[Records excerpted from a collection]
::::::

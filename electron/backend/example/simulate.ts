import type { BandConstants } from '../../../shared-core/molecule/types.ts';
import { bandsOf, linesOf, onScaledAxis, type GasOptions, type SimulatedBand } from './bands.ts';
import { foreignLines, type ForeignGases } from './foreign-gases.ts';
import {
  applyInstrument,
  interferogramNoise,
  type Apodisation,
  type InstrumentOptions,
} from './instrument.ts';
import { addSpikes, baselineAt, distort, type BaselineOptions, type DistortionOptions } from './artefacts.ts';
import { createRandom } from './random.ts';
import { addVoigt, voigt, type VoigtWidths } from './voigt.ts';

/** What to simulate; everything but seed, gases and range has a default. */
export interface SimulationOptions extends BaselineOptions, DistortionOptions {
  readonly seed: number;
  readonly gases: readonly GasOptions[];
  readonly fromPerCm: number;
  readonly toPerCm: number;
  /** Default 296. */
  readonly temperatureK?: number;
  /** Lorentz half width at half height (pressure), cm-1; default 0.03. */
  readonly lorentzHalfWidthPerCm?: number;
  /** Nominal resolution: inverse of the maximum path difference; default 0.5. */
  readonly resolutionPerCm?: number;
  /** Overrides the inverse of the resolution. */
  readonly maximumPathDifferenceCm?: number;
  /** Default 'raised-cosine'. */
  readonly apodisation?: Apodisation;
  /** 1, 2, 4 or 8: step = 1/(2 x maximum path difference x factor); default 2. */
  readonly zeroFilling?: number;
  /** Overrides the step that the zero filling gives. */
  readonly stepPerCm?: number;
  /** Standard deviation per final point, of full transmittance; default 1e-3. */
  readonly noise?: number;
  /** 'white': per final point; 'interferogram': before weighting and zero filling, so correlated. Default 'white'. */
  readonly noiseModel?: 'white' | 'interferogram';
  /** Noise grows linearly to this factor at the upper end of the range; default 1. */
  readonly noiseRise?: number;
  readonly foreign?: ForeignGases;
  /** Lorentz half width of foreign lines; default 0.08. */
  readonly foreignHalfWidthPerCm?: number;
  /** Error of the file's own axis; default 0. */
  readonly scaleErrorPpm?: number;
  readonly phaseErrorRad?: number;
  readonly spikes?: { readonly count: number; readonly height: number };
}

/** What is true of one band, on the file's own axis. */
export interface TrueBand {
  readonly isotopologue: string;
  readonly gas: string;
  /** "1-0", "2-0", ... */
  readonly band: string;
  readonly constants: BandConstants;
  /** (B_0 - B_n)/n. */
  readonly alphaEPerCm: number;
  /** B_0 + alphaE/2. */
  readonly rotationalConstantEquilibriumPerCm: number;
  readonly lines: readonly {
    readonly m: number;
    readonly wavenumberPerCm: number;
    /** Decadic absorbance at the centre, before the instrument. */
    readonly peakAbsorbance: number;
  }[];
}

export interface SimulatedSpectrum {
  /** Ascending, on the file's own axis. */
  readonly wavenumberPerCm: Float64Array;
  readonly transmittance: Float64Array;
  readonly truth: { readonly bands: readonly TrueBand[]; readonly options: SimulationOptions };
  /** Bands as simulated, on the true axis: the argument that `exactModel` takes. */
  readonly bands: readonly SimulatedBand[];
  /** Noise-free transmittance at the same points, from bands that may differ: for derivatives. */
  readonly exactModel: (
    bands: readonly SimulatedBand[],
    changed?: Partial<SimulationOptions>,
  ) => Float64Array;
}

/** Half width at half height of the Doppler profile: 3.5812e-7 x wavenumber x sqrt(T/M) (CODATA). */
export function dopplerHalfWidth(wavenumberPerCm: number, temperatureK: number, massU: number): number {
  return 3.5811737e-7 * wavenumberPerCm * Math.sqrt(temperatureK / massU);
}

function widthsAt(options: SimulationOptions, wavenumberPerCm: number, massU: number): VoigtWidths {
  return {
    lorentzHalfWidthPerCm: options.lorentzHalfWidthPerCm ?? 0.03,
    dopplerHalfWidthPerCm: dopplerHalfWidth(wavenumberPerCm, options.temperatureK ?? 296, massU),
  };
}

export function instrumentOf(options: SimulationOptions): InstrumentOptions {
  return {
    apodisation: options.apodisation ?? 'raised-cosine',
    maximumPathDifferenceCm: options.maximumPathDifferenceCm ?? 1 / (options.resolutionPerCm ?? 0.5),
    phaseErrorRad: options.phaseErrorRad ?? 0,
  };
}

interface Grid {
  readonly start: number;
  readonly step: number;
  readonly length: number;
  readonly fineStep: number;
  readonly fineLength: number;
  /** Index of the first point of the file. */
  readonly offset: number;
  readonly count: number;
}

/** Output grid with room at both ends, and a fine grid whose step is the output step over a power of two. */
function gridOf(options: SimulationOptions): Grid {
  const instrument = instrumentOf(options);
  const critical = 1 / (2 * instrument.maximumPathDifferenceCm);
  const step = options.stepPerCm ?? critical / (options.zeroFilling ?? 2);
  if (!(step > 0) || step > critical * 1.0001) {
    throw new RangeError(
      `stepPerCm must be above 0 and at most ${critical} (1/(2 path difference)), got ${step}`,
    );
  }
  if (!(options.toPerCm > options.fromPerCm)) {
    throw new RangeError(`toPerCm must be above fromPerCm, got ${options.fromPerCm} to ${options.toPerCm}`);
  }
  const count = Math.floor((options.toPerCm - options.fromPerCm) / step + 1e-9) + 1;
  const length = 2 ** Math.ceil(Math.log2(count + 50 / step));
  const offset = Math.floor((length - count) / 2);
  const lorentz = options.lorentzHalfWidthPerCm ?? 0.03;
  const doppler = dopplerHalfWidth(options.fromPerCm, options.temperatureK ?? 296, 130);
  // What lies beyond 1/step - L in the interferogram folds back: let it have died away (1e-7).
  let fineStep = step;
  const decay = (x: number): number => 2 * Math.PI * lorentz * x + (Math.PI * doppler * x) ** 2 / Math.LN2;
  while (decay(1 / fineStep - instrument.maximumPathDifferenceCm) < 18) fineStep /= 2;
  const start = options.fromPerCm - offset * step;
  return { start, step, length, fineStep, fineLength: Math.round((length * step) / fineStep), offset, count };
}

/** Transmittance minus one on the fine grid: Beer and Lambert for every line of every band. */
function fineDeficit(options: SimulationOptions, bands: readonly SimulatedBand[], grid: Grid): Float64Array {
  const absorbance = new Float64Array(grid.fineLength);
  const fine = { start: grid.start, step: grid.fineStep };
  const reach = 50;
  const temperature = options.temperatureK ?? 296;
  for (const band of bands) {
    for (const line of linesOf(band, temperature)) {
      addVoigt(
        absorbance,
        fine,
        {
          centrePerCm: line.wavenumberPerCm,
          area: band.strength * line.relativeStrength,
          reachPerCm: reach,
        },
        widthsAt(options, line.wavenumberPerCm, band.massU),
      );
    }
  }
  for (const line of foreignLines(options.foreign ?? {})) {
    const widths = {
      lorentzHalfWidthPerCm: options.foreignHalfWidthPerCm ?? 0.08,
      dopplerHalfWidthPerCm: dopplerHalfWidth(line.wavenumberPerCm, temperature, 18),
    };
    const area = line.peak / voigt(0, widths);
    addVoigt(absorbance, fine, { centrePerCm: line.wavenumberPerCm, area, reachPerCm: reach }, widths);
  }
  for (let i = 0; i < absorbance.length; i++) {
    const a = absorbance[i]!;
    absorbance[i] = a === 0 ? 0 : Math.exp(-Math.LN10 * a) - 1;
  }
  return absorbance;
}

/** Noise-free transmittance on the points of the file. */
function exactTransmittance(options: SimulationOptions, bands: readonly SimulatedBand[]): Float64Array {
  const grid = gridOf(options);
  const seen = applyInstrument(
    fineDeficit(options, bands, grid),
    grid.fineStep,
    grid.length,
    instrumentOf(options),
  );
  const result = new Float64Array(grid.count);
  for (let i = 0; i < grid.count; i++) {
    const position = (2 * i) / Math.max(1, grid.count - 1) - 1;
    const wavenumber = options.fromPerCm + i * grid.step;
    result[i] = distort(1 + seen[grid.offset + i]!, options) * baselineAt(position, wavenumber, options);
  }
  return result;
}

function noiseOf(options: SimulationOptions, grid: Grid): Float64Array {
  const random = createRandom(options.seed, 2);
  const size = options.noise ?? 1e-3;
  const raw =
    options.noiseModel === 'interferogram'
      ? interferogramNoise(grid.length, grid.step, instrumentOf(options), random)
      : null;
  const rise = options.noiseRise ?? 1;
  return Float64Array.from({ length: grid.count }, (_, i) => {
    const local = size * (1 + (rise - 1) * (i / grid.count));
    return local * (raw ? raw[grid.offset + i]! : random.normal());
  });
}

function trueBand(band: SimulatedBand, options: SimulationOptions): TrueBand {
  const ppm = options.scaleErrorPpm ?? 0;
  const constants = onScaledAxis(band.constants, ppm);
  const alphaEPerCm =
    (constants.rotationalConstantLowerPerCm - constants.rotationalConstantUpperPerCm) / band.upper;
  return {
    isotopologue: band.isotopologue,
    gas: band.gas,
    band: `${band.upper}-0`,
    constants,
    alphaEPerCm,
    rotationalConstantEquilibriumPerCm: constants.rotationalConstantLowerPerCm + alphaEPerCm / 2,
    lines: linesOf(band, options.temperatureK ?? 296).map((line) => ({
      m: line.m,
      wavenumberPerCm: line.wavenumberPerCm * (1 + ppm * 1e-6),
      peakAbsorbance:
        band.strength * line.relativeStrength * voigt(0, widthsAt(options, line.wavenumberPerCm, band.massU)),
    })),
  };
}

/**
 * An invented spectrum: Beer-Lambert lines of all isotopologues on a fine grid, instrument function applied to the
 * transmittance in the interferogram domain, baseline, noise, disturbances. Everything follows from the options.
 */
export function simulateSpectrum(options: SimulationOptions): SimulatedSpectrum {
  const grid = gridOf(options);
  const bands = bandsOf(
    options.gases,
    options.seed,
    options.temperatureK ?? 296,
    (wavenumberPerCm, massU) => 1 / voigt(0, widthsAt(options, wavenumberPerCm, massU)),
  );
  const transmittance = exactTransmittance(options, bands);
  const noise = noiseOf(options, grid);
  for (let i = 0; i < transmittance.length; i++) transmittance[i] = transmittance[i]! + noise[i]!;
  if (options.spikes) addSpikes(transmittance, options.spikes, createRandom(options.seed, 3));
  const scale = 1 + (options.scaleErrorPpm ?? 0) * 1e-6;
  return {
    wavenumberPerCm: Float64Array.from(
      { length: grid.count },
      (_, i) => (options.fromPerCm + i * grid.step) * scale,
    ),
    transmittance,
    truth: { bands: bands.map((band) => trueBand(band, options)), options },
    bands,
    exactModel: (changedBands, changed) => exactTransmittance({ ...options, ...changed }, changedBands),
  };
}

::::::

Problem: Extract every line of the records above that contains the word "SimulatedSpectrum".

Answer for this exercise:
export interface SimulatedSpectrum {
export function simulateSpectrum(options: SimulationOptions): SimulatedSpectrum {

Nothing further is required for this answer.